In a sign of a potential rift in Russia’s leadership, Ramzan Kadyrov, the Kremlin-backed leader of Chechnya, said the recession resulted from mistakes by Russian brass.
“They made mistakes and I think they will draw the necessary conclusions,” Kadyrov said. “If they do not make changes in the strategy of conducting special military operations in the next day or two, I will be forced to contact the leadership of the Defense Ministry and the leadership of the country to explain the real situation on the ground. .”
US Secretary of State Antony Blinken and the head of NATO warned on Friday that the war is likely to continue for months, urging the West to continue supporting Ukraine through a difficult winter.

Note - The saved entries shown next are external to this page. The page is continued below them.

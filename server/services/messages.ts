import type { Transaction } from 'sequelize'
import { findCase, setAssignee, touchAfterMessage, updateStatus } from '../data/cases'
import { insertEvent } from '../data/events'
import { attachFilesToMessage, insertMessage, listMessages } from '../data/messages'
import type { MessageModel } from '../db/models'
import { findUserById } from '../data/users'
import { claimReceipt } from '../data/inbound-receipts'
import { withTransaction } from '../db/transaction'
import { badRequest, conflict, forbidden, notFound } from '../errors'
import { renderMarkdownSafe } from '../mail/templates'
import { messageSchema, type CaseMessage, type CaseStatus, type MessageInput } from '../../shared/schemas/case'
import type { User } from '../../shared/schemas/auth'
import { audienceOf, isStaff, readableCase } from './access'
import { publishCase, publishQueue } from './live'
import { notifyListener } from './notify'

export const toMessage = (m: MessageModel): CaseMessage => ({
  id: m.id,
  caseId: m.caseId,
  author: m.authorId ? { id: m.authorId, name: m.author?.name ?? '', role: m.author?.role ?? '' } : null,
  body: m.body,
  html: renderMarkdownSafe(m.body),
  internal: m.internal,
  source: m.source,
  createdAt: m.createdAt.toISOString(),
  fileIds: (m.files ?? []).map((f) => f.id),
})

/** The thread; internal notes only for advisors and supervisors, whatever the caller asks for. */
export async function getThread(user: User, caseId: string): Promise<CaseMessage[]> {
  await readableCase(user, caseId)
  return (await listMessages(caseId, audienceOf(user))).map(toMessage)
}

export async function getMessage(user: User, caseId: string, messageId: string): Promise<CaseMessage> {
  await readableCase(user, caseId)
  const [m] = await listMessages(caseId, audienceOf(user), messageId)
  if (!m) throw notFound('That message')
  return toMessage(m)
}

/** Links the poster's own unattached uploads on this case to their message (what the listener then sees follows from it: ../data/visibility.ts). */
async function attachFiles(caseId: string, messageId: string, uploaderId: string, fileIds: string[], t: Transaction) {
  if (!fileIds.length) return
  if ((await attachFilesToMessage(caseId, messageId, uploaderId, [...new Set(fileIds)], t)) !== new Set(fileIds).size) throw badRequest('Attach only files you uploaded to this case', [{ path: 'fileIds', message: 'unknown, not yours or already attached file' }])
}

/** A status move the thread makes by itself (an advisor's question, a listener's answer); a no-op when the case moved meanwhile. */
async function autoMove(caseId: string, actorId: string, from: CaseStatus, to: CaseStatus, reason: string, t: Transaction): Promise<number | null> {
  if (!(await updateStatus(caseId, from, to, t))) return null
  return insertEvent({ caseId, actorId, kind: 'status', fromStatus: from, toStatus: to, data: { auto: reason } }, t)
}

/**
 * Posts a message to a case's thread. `inboundKey` (an e-mailed reply, ../mail/inbound-identity.ts): the
 * e-mail's receipt is recorded in the same transaction, and a second delivery of it throws AlreadyReceived
 * (../data/inbound-receipts.ts) with nothing written.
 */
export async function postMessage(user: User, caseId: string, input: MessageInput, source: 'app' | 'email' = 'app', opts: { inboundKey?: string } = {}): Promise<CaseMessage> {
  const body = messageSchema.parse(input)
  const c = await readableCase(user, caseId)
  const staff = isStaff(user)
  if (!staff && (body.internal || body.ask)) throw forbidden('Only the team writes internal notes or asks for information')
  if (body.internal && body.ask) throw badRequest('A question for the listener cannot be an internal note', [{ path: 'internal', message: 'turn off "internal" to ask the listener' }])
  if (c.status === 'draft') throw conflict('Send the case to an advisor first; then the conversation starts', 'not_submitted')
  if (c.status === 'closed' && !body.internal) throw conflict('This case is closed; reopen it to continue the conversation', 'closed')

  const messageId = await withTransaction(async (t, afterCommit) => {
    const id = await insertMessage({ caseId, authorId: user.id, body: body.body, internal: body.internal, source }, t)
    if (opts.inboundKey) await claimReceipt({ caseId, messageKey: opts.inboundKey, messageId: id, outcome: 'posted' }, t)
    await attachFiles(caseId, id, user.id, body.fileIds, t)
    const seq = await insertEvent({ caseId, actorId: user.id, kind: body.internal ? 'note' : 'message', data: { messageId: id, internal: body.internal, source } }, t)
    const moves: number[] = []
    if (staff && !body.internal) {
      await touchAfterMessage(caseId, 'team', t)
      let status = c.status
      if (status === 'submitted') {
        const s = await autoMove(caseId, user.id, 'submitted', 'in_review', 'advisor replied', t)
        if (s) { moves.push(s); status = 'in_review' }
        // The first advisor to answer a new, unassigned case takes it.
        if (s && !c.assignee && (await setAssignee(caseId, user.id, null, t))) {
          moves.push(await insertEvent({ caseId, actorId: user.id, kind: 'claimed', data: { assigneeId: user.id, assigneeName: user.name, auto: 'answered first' } }, t))
        }
      }
      if (body.ask && status === 'in_review') {
        const s = await autoMove(caseId, user.id, 'in_review', 'waiting_on_listener', 'advisor asked for information', t)
        if (s) moves.push(s)
      }
      await notifyListener({ caseId, event: body.ask ? 'info-requested' : 'reply', vars: { authorName: user.name, bodyMarkdown: body.body } }, t)
    } else if (!staff) {
      await touchAfterMessage(caseId, 'listener', t)
      if (c.status === 'waiting_on_listener' || c.status === 'plan_sent') {
        const s = await autoMove(caseId, user.id, c.status, 'in_review', 'listener replied', t)
        if (s) moves.push(s)
        await touchAfterMessage(caseId, 'listener', t)
      }
    }
    afterCommit(() => {
      publishCase(caseId, { type: 'case.message', caseId, messageId: id, internal: body.internal }, { internal: body.internal })
      publishCase(caseId, { type: 'case.event', caseId, seq, kind: body.internal ? 'note' : 'message', internal: body.internal }, { internal: body.internal })
      for (const m of moves) publishCase(caseId, { type: 'case.event', caseId, seq: m, kind: 'status' })
      publishQueue(caseId)
    })
    return id
  })
  const [m] = await listMessages(caseId, 'team', messageId)
  return toMessage(m)
}

/** A listener's answer that arrived by e-mail (the reply token was already checked by the caller). */
export async function receiveEmailReply(input: { caseId: string; userId: string; body: string; messageKey?: string }): Promise<CaseMessage> {
  const user = await findUserById(input.userId)
  const c = await findCase(input.caseId)
  if (!user || !c || c.listenerId !== user.id) throw notFound('That case')
  return postMessage({ id: user.id, email: user.email, name: user.name, role: user.role }, input.caseId, { body: input.body }, 'email', { inboundKey: input.messageKey })
}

Ukraine’s battlefield victories will help as the Biden administration seeks continued financial support of the war effort from Congress and Western allies, said Daniel Fried, a former US ambassador to Poland and now a distinguished fellow at the Atlantic Council in Washington.
“The policy of the Biden administration is moving in a more rational direction,” Fried said. “More investment in Ukraine, more confidence in Ukrainian ability to prevail, a greater willingness to push the Russians — it looks like a good bet. I’m not saying Ukraine will win or the West will succeed. It’s still an open question .But investing in the possibility of strategic success is more and more justified.
Sen. Tim Kaine, a Virginia Democrat and member of the Senate Foreign Relations Committee, called Ukraine’s move very strong, adding: “We and our allies must continue to stand with Ukraine. Putin needs to recognize that the only way is to end his failed war.
Associated Press writer Ellen Knickmeyer in Washington contributed.